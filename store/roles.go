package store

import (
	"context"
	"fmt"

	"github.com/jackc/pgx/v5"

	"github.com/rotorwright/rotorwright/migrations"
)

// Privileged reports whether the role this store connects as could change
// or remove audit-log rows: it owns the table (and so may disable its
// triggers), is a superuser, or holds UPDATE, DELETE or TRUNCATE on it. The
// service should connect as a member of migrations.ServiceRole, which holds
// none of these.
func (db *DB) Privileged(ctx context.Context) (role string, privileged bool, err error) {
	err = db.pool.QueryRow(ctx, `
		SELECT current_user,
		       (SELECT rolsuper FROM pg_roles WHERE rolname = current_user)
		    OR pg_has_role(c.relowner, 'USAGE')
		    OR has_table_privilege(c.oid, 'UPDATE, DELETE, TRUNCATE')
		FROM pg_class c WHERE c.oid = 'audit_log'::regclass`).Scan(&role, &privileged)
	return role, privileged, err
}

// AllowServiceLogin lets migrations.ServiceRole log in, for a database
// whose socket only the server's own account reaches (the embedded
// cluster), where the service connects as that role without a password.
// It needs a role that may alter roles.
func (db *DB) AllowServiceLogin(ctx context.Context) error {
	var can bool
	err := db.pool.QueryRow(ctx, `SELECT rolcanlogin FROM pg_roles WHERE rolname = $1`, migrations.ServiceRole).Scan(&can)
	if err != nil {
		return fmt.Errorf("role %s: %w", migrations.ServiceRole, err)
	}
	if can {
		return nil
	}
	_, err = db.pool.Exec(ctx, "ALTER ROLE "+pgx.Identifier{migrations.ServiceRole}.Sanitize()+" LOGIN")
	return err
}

★ ★ ★ ★

• **Task item**:
Output only an exact transcription of the lines above from the one with "without a password." up to and including the one with "var can bool".

• **Written response**:
// cluster), where the service connects as that role without a password.
// It needs a role that may alter roles.
func (db *DB) AllowServiceLogin(ctx context.Context) error {
	var can bool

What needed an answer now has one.